━━━ INPUT FOR THIS TASK

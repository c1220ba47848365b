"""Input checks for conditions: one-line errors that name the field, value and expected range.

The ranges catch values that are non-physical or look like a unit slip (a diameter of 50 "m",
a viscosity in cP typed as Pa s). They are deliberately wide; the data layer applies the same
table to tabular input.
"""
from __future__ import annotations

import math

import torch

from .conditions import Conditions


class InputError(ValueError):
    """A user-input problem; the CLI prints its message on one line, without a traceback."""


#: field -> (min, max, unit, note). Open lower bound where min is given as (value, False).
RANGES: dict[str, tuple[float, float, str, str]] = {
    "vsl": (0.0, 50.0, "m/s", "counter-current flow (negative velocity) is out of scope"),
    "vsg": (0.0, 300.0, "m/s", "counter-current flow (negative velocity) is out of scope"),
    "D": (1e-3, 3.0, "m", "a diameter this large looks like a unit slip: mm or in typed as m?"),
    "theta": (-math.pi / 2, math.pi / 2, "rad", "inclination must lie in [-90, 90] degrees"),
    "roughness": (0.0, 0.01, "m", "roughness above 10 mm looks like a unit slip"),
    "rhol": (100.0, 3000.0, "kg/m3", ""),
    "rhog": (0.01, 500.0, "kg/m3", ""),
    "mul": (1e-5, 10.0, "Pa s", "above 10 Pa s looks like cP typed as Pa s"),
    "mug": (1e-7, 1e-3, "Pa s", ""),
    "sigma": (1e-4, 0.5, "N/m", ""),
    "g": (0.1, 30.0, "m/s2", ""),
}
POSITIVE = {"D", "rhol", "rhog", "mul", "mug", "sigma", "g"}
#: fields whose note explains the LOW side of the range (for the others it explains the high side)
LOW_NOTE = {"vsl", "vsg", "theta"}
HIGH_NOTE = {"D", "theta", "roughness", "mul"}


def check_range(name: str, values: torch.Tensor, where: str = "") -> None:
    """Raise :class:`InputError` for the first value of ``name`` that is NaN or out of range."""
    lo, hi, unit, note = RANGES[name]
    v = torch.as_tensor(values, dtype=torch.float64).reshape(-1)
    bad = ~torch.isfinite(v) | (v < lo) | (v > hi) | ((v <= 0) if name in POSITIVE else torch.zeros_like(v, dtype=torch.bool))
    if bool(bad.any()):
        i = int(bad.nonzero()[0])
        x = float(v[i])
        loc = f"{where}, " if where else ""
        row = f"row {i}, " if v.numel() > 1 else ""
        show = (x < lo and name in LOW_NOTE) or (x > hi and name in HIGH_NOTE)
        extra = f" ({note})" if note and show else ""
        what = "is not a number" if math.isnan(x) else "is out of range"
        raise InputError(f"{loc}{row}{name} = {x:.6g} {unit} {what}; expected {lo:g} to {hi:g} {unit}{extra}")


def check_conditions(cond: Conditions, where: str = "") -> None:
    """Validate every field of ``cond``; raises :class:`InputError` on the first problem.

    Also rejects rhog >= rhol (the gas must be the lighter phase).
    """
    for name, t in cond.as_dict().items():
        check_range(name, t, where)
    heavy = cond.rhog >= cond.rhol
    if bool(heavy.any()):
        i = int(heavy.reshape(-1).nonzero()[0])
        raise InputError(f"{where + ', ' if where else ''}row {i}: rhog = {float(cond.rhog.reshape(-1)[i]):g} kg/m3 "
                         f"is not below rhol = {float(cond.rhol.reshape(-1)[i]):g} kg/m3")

━━━━━━
━━━ INPUT FOR THIS TASK

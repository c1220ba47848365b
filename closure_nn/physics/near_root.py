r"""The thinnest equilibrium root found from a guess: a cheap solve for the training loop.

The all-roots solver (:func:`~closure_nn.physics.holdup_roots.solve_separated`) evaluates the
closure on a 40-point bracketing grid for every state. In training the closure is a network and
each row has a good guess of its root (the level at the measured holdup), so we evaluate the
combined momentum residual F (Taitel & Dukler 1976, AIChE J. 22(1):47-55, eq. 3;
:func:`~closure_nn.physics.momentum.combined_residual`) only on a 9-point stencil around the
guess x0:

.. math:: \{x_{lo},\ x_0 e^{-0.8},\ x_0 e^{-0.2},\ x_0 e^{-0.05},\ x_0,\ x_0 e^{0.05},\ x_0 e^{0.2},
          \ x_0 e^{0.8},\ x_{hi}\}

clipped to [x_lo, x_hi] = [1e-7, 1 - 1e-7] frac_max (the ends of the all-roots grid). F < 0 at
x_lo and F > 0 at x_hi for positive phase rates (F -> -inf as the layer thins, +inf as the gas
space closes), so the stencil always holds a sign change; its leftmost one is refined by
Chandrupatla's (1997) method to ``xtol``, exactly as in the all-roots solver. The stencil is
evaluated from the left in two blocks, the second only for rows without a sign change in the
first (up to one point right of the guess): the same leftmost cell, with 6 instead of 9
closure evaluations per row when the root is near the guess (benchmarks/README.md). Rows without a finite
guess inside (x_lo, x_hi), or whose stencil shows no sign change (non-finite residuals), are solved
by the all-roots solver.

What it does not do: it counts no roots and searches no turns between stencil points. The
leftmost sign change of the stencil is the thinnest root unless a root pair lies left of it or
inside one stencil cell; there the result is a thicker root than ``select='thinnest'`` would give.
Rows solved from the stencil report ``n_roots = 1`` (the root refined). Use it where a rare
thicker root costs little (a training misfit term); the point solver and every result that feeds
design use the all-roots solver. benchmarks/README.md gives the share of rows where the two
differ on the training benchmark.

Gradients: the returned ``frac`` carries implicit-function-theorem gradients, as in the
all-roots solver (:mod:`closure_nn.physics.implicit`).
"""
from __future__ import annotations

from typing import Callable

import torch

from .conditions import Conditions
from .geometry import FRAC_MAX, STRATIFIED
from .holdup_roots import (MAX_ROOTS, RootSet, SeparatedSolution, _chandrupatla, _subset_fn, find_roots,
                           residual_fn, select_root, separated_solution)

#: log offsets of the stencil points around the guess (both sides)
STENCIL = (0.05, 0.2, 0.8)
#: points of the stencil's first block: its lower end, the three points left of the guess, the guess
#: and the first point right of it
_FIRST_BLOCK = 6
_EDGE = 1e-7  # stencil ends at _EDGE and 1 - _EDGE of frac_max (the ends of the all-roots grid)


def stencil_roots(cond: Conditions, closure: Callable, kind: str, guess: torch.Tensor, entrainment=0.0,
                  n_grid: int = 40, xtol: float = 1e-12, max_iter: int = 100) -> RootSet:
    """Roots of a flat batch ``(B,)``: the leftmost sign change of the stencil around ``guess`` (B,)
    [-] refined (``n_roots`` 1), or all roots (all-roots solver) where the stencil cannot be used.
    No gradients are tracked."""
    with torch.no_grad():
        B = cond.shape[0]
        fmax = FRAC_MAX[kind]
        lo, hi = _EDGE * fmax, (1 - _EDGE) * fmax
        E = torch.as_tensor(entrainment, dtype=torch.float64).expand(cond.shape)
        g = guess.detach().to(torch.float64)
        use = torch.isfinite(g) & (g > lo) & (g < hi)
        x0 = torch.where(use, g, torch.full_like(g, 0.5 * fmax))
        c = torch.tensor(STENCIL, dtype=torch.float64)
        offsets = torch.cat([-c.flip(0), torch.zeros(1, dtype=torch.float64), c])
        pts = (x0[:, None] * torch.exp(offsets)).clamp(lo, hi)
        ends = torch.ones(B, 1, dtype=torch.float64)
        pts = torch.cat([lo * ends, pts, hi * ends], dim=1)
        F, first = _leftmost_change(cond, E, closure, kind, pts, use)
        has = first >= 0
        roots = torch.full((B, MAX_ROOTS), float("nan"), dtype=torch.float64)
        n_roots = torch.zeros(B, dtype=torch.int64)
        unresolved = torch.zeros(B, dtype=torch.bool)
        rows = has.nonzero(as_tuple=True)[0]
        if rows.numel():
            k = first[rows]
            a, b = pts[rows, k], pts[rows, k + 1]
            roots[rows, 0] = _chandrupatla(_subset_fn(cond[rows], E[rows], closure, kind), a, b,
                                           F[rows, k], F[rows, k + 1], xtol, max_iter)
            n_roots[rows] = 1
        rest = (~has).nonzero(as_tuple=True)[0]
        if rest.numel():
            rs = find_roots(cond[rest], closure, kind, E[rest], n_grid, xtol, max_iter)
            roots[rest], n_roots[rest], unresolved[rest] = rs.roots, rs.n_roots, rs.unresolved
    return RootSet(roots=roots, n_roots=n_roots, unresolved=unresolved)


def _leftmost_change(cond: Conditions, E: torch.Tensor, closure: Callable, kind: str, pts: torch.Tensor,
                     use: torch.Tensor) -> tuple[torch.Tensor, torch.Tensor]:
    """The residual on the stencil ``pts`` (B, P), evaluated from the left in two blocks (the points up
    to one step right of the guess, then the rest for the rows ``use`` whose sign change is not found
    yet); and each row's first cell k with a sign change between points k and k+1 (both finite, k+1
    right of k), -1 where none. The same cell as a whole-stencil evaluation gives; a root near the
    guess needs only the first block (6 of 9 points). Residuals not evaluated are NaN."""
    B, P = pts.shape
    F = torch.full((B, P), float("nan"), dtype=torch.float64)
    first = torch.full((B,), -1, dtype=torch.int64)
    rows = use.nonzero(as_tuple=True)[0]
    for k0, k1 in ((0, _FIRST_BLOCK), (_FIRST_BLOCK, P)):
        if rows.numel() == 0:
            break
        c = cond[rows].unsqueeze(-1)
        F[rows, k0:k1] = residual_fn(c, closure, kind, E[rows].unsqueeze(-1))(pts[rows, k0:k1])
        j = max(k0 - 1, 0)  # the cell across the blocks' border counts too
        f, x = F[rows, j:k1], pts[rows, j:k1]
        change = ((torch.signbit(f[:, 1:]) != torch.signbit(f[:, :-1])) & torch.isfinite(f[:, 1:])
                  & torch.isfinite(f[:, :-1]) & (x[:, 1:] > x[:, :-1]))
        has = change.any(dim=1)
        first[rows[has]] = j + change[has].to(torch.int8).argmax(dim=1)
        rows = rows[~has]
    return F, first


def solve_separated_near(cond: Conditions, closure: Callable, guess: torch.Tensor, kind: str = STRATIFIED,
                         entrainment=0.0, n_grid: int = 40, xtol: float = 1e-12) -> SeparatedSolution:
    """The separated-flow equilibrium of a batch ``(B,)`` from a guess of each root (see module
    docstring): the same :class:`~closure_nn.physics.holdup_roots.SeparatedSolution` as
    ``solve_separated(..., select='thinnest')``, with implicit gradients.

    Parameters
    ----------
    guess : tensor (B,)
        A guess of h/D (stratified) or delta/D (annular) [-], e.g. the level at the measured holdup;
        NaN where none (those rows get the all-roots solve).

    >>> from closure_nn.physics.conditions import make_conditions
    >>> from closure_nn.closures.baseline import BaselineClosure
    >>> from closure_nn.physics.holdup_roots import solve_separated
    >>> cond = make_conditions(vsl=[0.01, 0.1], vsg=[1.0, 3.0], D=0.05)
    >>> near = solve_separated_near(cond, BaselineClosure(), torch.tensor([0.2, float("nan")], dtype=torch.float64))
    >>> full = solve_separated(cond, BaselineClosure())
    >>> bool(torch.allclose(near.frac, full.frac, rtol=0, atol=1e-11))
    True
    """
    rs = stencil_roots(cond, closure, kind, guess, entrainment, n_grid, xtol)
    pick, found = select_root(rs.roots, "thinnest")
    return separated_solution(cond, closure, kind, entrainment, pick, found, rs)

━━━━━━

(EXERCISE) From the line holding "f, x = F[rows, j:k1], pts[rows, j:k1]" to the line holding "return F, first", inclusive, restate each line above exactly as written.

(WRITTEN RESPONSE)
        f, x = F[rows, j:k1], pts[rows, j:k1]
        change = ((torch.signbit(f[:, 1:]) != torch.signbit(f[:, :-1])) & torch.isfinite(f[:, 1:])
                  & torch.isfinite(f[:, :-1]) & (x[:, 1:] > x[:, :-1]))
        has = change.any(dim=1)
        first[rows[has]] = j + change[has].to(torch.int8).argmax(dim=1)
        rows = rows[~has]
    return F, first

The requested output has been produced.